Collected data entries:
#####

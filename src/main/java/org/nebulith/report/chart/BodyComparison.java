package org.nebulith.report.chart;

import java.awt.Color;
import java.awt.geom.Line2D;
import java.awt.geom.Rectangle2D;
import java.util.List;
import java.util.Objects;

/**
 * Planet comparison as small multiples: one panel per quantity (molar ratios, core mass fraction),
 * side by side, each on its own linear axis; one row per body (predicted planets first, then the
 * host star and the reference bodies), the row names written once at the left. Planets are filled
 * circles with their error bars (16th to 84th percentile when given); reference bodies have a
 * marker of their own; the host star's value is also drawn as a dotted line through the panel. A
 * body without a value for a quantity shows "n/a" in that panel (nothing is dropped silently).
 *
 * @param quantities axis titles with units, e.g. {@code Mg/Si [mol/mol]}
 * @param bodies     the rows, top to bottom
 */
public record BodyComparison(List<String> quantities, List<Body> bodies) {

    /** What a row is. */
    public enum Kind {
        /** A predicted planet (error bars allowed). */
        PLANET,
        /** The host star (also drawn as a dotted line). */
        HOST,
        /** A reference body (the Sun, bulk Earth, ...). */
        REFERENCE
    }

    /**
     * One row.
     *
     * @param label  row name
     * @param kind   what it is
     * @param values one value per quantity; NaN where the body has none
     * @param low    lower ends of error bars (NaN = none), or null
     * @param high   upper ends, or null
     */
    public record Body(String label, Kind kind, double[] values, double[] low, double[] high) {
        public Body {
            Objects.requireNonNull(label);
            Objects.requireNonNull(kind);
            values = values.clone();
            low = low == null ? null : low.clone();
            high = high == null ? null : high.clone();
            if ((low == null) != (high == null)) {
                throw new IllegalArgumentException(label + ": give both ends of the error bars or neither");
            }
        }

        /** @param label name @param kind kind @param values values @return a row without error bars */
        public static Body of(final String label, final Kind kind, final double... values) {
            return new Body(label, kind, values, null, null);
        }

        double lowAt(final int q) {
            return low == null ? Double.NaN : low[q];
        }

        double highAt(final int q) {
            return high == null ? Double.NaN : high[q];
        }
    }

    private static final double ROW = 12;
    private static final double GAP = 9;
    private static final Marker[] REFERENCE_MARKERS = {
        Marker.DIAMOND, Marker.OPEN_SQUARE, Marker.TRIANGLE_UP, Marker.OPEN_DIAMOND, Marker.SQUARE, Marker.CROSS,
        Marker.TRIANGLE_DOWN, Marker.PLUS,
    };

    public BodyComparison {
        quantities = List.copyOf(quantities);
        bodies = List.copyOf(bodies);
        if (quantities.isEmpty() || bodies.isEmpty()) {
            throw new IllegalArgumentException("comparison: need at least one quantity and one body");
        }
        for (Body b : bodies) {
            for (double[] v : new double[][] {b.values(), b.low(), b.high()}) {
                if (v != null) {
                    new Curve(b.label(), v).check(quantities.size(), "comparison", true, -Double.MAX_VALUE,
                            Double.MAX_VALUE);
                }
            }
        }
    }

    /**
     * @param widthPt figure width [pt] (the height follows from the number of rows)
     * @return the chart
     */
    public Drawing chart(final double widthPt) {
        double labelW = 0;
        for (Body b : bodies) {
            labelW = Math.max(labelW, Fonts.width(b.label(), ChartStyle.TICK_PT));
        }
        double top = ChartStyle.PAD + 2;
        double plotH = bodies.size() * ROW;
        Drawing d = new Drawing(widthPt, top + plotH + Panel.xAxisHeight() + ChartStyle.PAD + 2);
        double left = ChartStyle.PAD + labelW + 6;
        double panelW = (widthPt - ChartStyle.PAD - left - GAP * (quantities.size() - 1)) / quantities.size();
        for (int i = 0; i < bodies.size(); i++) {
            Body b = bodies.get(i);
            d.text(b.label(), left - 4, top + (i + 0.5) * ROW + Fonts.capHeight(ChartStyle.TICK_PT) / 2,
                    ChartStyle.TICK_PT, Drawing.Align.RIGHT, Palette.AXIS);
        }
        for (int q = 0; q < quantities.size(); q++) {
            Rectangle2D box = new Rectangle2D.Double(left + q * (panelW + GAP), top, panelW, plotH);
            panel(d, box, q);
        }
        return d;
    }

    private void panel(final Drawing d, final Rectangle2D box, final int q) {
        double[] range = range(q);
        Axis x = Axis.linear(range[0], range[1], quantities.get(q)).ticks(5);
        Axis y = Axis.linear(0, bodies.size(), "");
        Panel p = new Panel(d, box, x, y);
        for (int i = 0; i < bodies.size(); i++) {
            if (i % 2 == 1) {
                d.fill(new Rectangle2D.Double(box.getMinX(), box.getMinY() + i * ROW, box.getWidth(), ROW),
                        new Color(0xF3, 0xF3, 0xF3));
            }
        }
        frameWithoutYTicks(p, d, box);
        for (Body b : bodies) {
            if (b.kind() == Kind.HOST && Double.isFinite(b.values()[q])) {
                p.vline(b.values()[q], new LineStyle(Palette.REFERENCE, 0.6, new float[] {1f, 1.5f}));
            }
        }
        int reference = 0;
        for (int i = 0; i < bodies.size(); i++) {
            Body b = bodies.get(i);
            double row = bodies.size() - i - 0.5;
            double v = b.values()[q];
            Marker m = b.kind() == Kind.PLANET ? Marker.CIRCLE : b.kind() == Kind.HOST ? Marker.STAR
                    : REFERENCE_MARKERS[reference++ % REFERENCE_MARKERS.length];
            Color c = b.kind() == Kind.PLANET ? Palette.seriesColour(0) : b.kind() == Kind.HOST
                    ? Palette.seriesColour(1) : Palette.AXIS;
            if (!Double.isFinite(v)) {
                d.text("n/a", box.getCenterX(), p.py(row) + Fonts.capHeight(ChartStyle.NOTE_PT) / 2, ChartStyle.NOTE_PT,
                        Drawing.Align.CENTRE, Palette.REFERENCE);
                continue;
            }
            p.xErrorBar(b.lowAt(q), b.highAt(q), row, c);
            p.markerAt(m, p.px(v), p.py(row), c, ChartStyle.MARKER_PT + 0.6);
        }
    }

    private static void frameWithoutYTicks(final Panel p, final Drawing d, final Rectangle2D box) {
        LineStyle grid = new LineStyle(Palette.GRID, 0.4, new float[] {1f, 1f});
        for (double t : p.x().ticks()) {
            d.stroke(new Line2D.Double(p.px(t), box.getMinY(), p.px(t), box.getMaxY()), grid);
        }
        new Panel(d, box, p.x(), Axis.linear(0, 1, "").labels(v -> "")).frameXOnly();
    }

    private double[] range(final int q) {
        double min = Double.POSITIVE_INFINITY;
        double max = Double.NEGATIVE_INFINITY;
        for (Body b : bodies) {
            for (double v : new double[] {b.values()[q], b.lowAt(q), b.highAt(q)}) {
                if (Double.isFinite(v)) {
                    min = Math.min(min, v);
                    max = Math.max(max, v);
                }
            }
        }
        if (!Double.isFinite(min)) {
            return new double[] {0, 1};
        }
        double span = Math.max(max - min, 0.05 * Math.max(Math.abs(max), 1e-3));
        double lo = min - 0.12 * span;
        double hi = max + 0.12 * span;
        if (min >= 0 && lo < 0) {
            lo = 0;
        }
        return new double[] {lo, hi};
    }
}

#####

What to produce: From the data above, copy each line that holds "their".

Response to this task:
 * circles with their error bars (16th to 84th percentile when given); reference bodies have a
 * marker of their own; the host star's value is also drawn as a dotted line through the panel. A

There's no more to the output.